The master equality polyhedron with multiple rows

The master equality polyhedron (MEP) is a canonical set that generalizes the master cyclic group polyhedron (MCGP) of Gomory. We recently characterized a nontrivial polar for the MEP, i.e., a polyhedron T such that an inequality defines a nontrivial facet of the MEP if and only if its coefficient vector forms a vertex of T. In this paper, we study the MEP when it is defined by m > 1 rows. We define the notion of a polaroid, a set containing all nontrivial facet defining inequalities. We show how to use linear programming (LP) to efficiently solve the separation problem for the MEP when the polaroid has a compact polyhedral description.
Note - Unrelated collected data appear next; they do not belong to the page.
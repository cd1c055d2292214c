package board

import (
	"slices"
	"sort"

	"github.com/ohmfit/ohmfit/constraints"
)

// Scoring a set of values: which design each network takes from it
// (evaluateSet), whether every network can (feasible), and the greedy
// start of the exact search.

// evaluate scores a value set: each network takes, of its designs inside
// the set, one with the least relative error; the largest of those is the
// set's relative error; then each network takes its lowest-power design
// inside the set within that error, and those powers add up.
func (s *selector) evaluate(set []int32) objective {
	o, _ := evaluateSet(s.nets, s.nvals, set)
	return o
}

// evaluateSet is evaluate with the choice it implies (first in list order
// among equals).
func evaluateSet(nets [][]item, nvals int, set []int32) (objective, []int) {
	in := make([]bool, nvals)
	for _, v := range set {
		in[v] = true
	}
	inside := func(it *item) bool {
		for _, v := range it.vals {
			if !in[v] {
				return false
			}
		}
		return true
	}
	o := objective{distinct: len(set)}
	for _, its := range nets {
		m := -1.0
		for i := range its {
			if inside(&its[i]) && (m < 0 || its[i].rel < m) {
				m = its[i].rel
			}
		}
		o.rel = max(o.rel, m)
	}
	choice := make([]int, len(nets))
	for r, its := range nets {
		choice[r] = -1
		for i := range its {
			if !inside(&its[i]) || !constraints.ErrorTie.AtMost(its[i].rel, o.rel) {
				continue
			}
			if c := choice[r]; c < 0 || constraints.PowerTie.Less(its[i].pow, its[c].pow) {
				choice[r] = i
			}
		}
		o.pow += its[choice[r]].pow
	}
	return o, choice
}

// union returns the values a choice uses, ascending.
func union(nets [][]item, choice []int) []int32 {
	var set []int32
	for r, c := range choice {
		set = append(set, nets[r][c].vals...)
	}
	slices.Sort(set)
	return slices.Compact(set)
}

// greedy builds a selection network by network (fewest designs first),
// each taking the design that adds the fewest new values, then improves it
// locally: a network switches design when that shrinks the set, and a
// value is dropped when every network still has a design without it.
func greedy(nets [][]item, nvals int) []int32 {
	order := make([]int, len(nets))
	for i := range order {
		order[i] = i
	}
	sort.SliceStable(order, func(a, b int) bool { return len(nets[order[a]]) < len(nets[order[b]]) })
	count := make([]int, nvals)
	choice := make([]int, len(nets))
	cost := func(it *item) int {
		n := 0
		for _, v := range it.vals {
			if count[v] == 0 {
				n++
			}
		}
		return n
	}
	for _, r := range order {
		best, bc := 0, -1
		for i := range nets[r] {
			if c := cost(&nets[r][i]); bc < 0 || c < bc {
				best, bc = i, c
			}
		}
		choice[r] = best
		for _, v := range nets[r][best].vals {
			count[v]++
		}
	}
	for improved := true; improved; {
		improved = false
		for _, r := range order {
			cur := &nets[r][choice[r]]
			for _, v := range cur.vals {
				count[v]--
			}
			here := cost(cur)
			best := choice[r]
			for i := range nets[r] {
				if c := cost(&nets[r][i]); c < here {
					best, here = i, c
				}
			}
			if best != choice[r] {
				improved = true
				choice[r] = best
			}
			for _, v := range nets[r][choice[r]].vals {
				count[v]++
			}
		}
	}
	set := union(nets, choice)
	// Drop values no network needs.
	for i := 0; i < len(set); {
		trial := slices.Delete(slices.Clone(set), i, i+1)
		if feasible(nets, nvals, trial) {
			set = trial
			continue
		}
		i++
	}
	return set
}

// feasible reports whether every network has a design inside set.
func feasible(nets [][]item, nvals int, set []int32) bool {
	in := make([]bool, nvals)
	for _, v := range set {
		in[v] = true
	}
	for _, its := range nets {
		ok := false
		for i := range its {
			all := true
			for _, v := range its[i].vals {
				if !in[v] {
					all = false
					break
				}
			}
			if all {
				ok = true
				break
			}
		}
		if !ok {
			return false
		}
	}
	return true
}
We obtain such descriptions via subadditivity conditions when m = 2 or m = 3 and, using LP duality, show how to efficiently optimize over the MEP. These results yield a pseudo-polynomial time LP-based algorithm to solve the problem min$${\{cx : Ax = b, x \geq {\bf 0}, x \in \mathbb{Z}^n\}}$$ when A has at most three constraints. For the MCGP and the MEP defined by a single constraint, the notions of two-term subadditivity and valid inequalities for MEP are essentially equivalent. We show this is not true in the case of the MEP when m ≥ 3; In fact, we prove that subadditivity conditions with a sub-exponential number of terms do not imply validity. In particular, when m = 3, we show that four-term subadditivity conditions are necessary and sufficient for validity.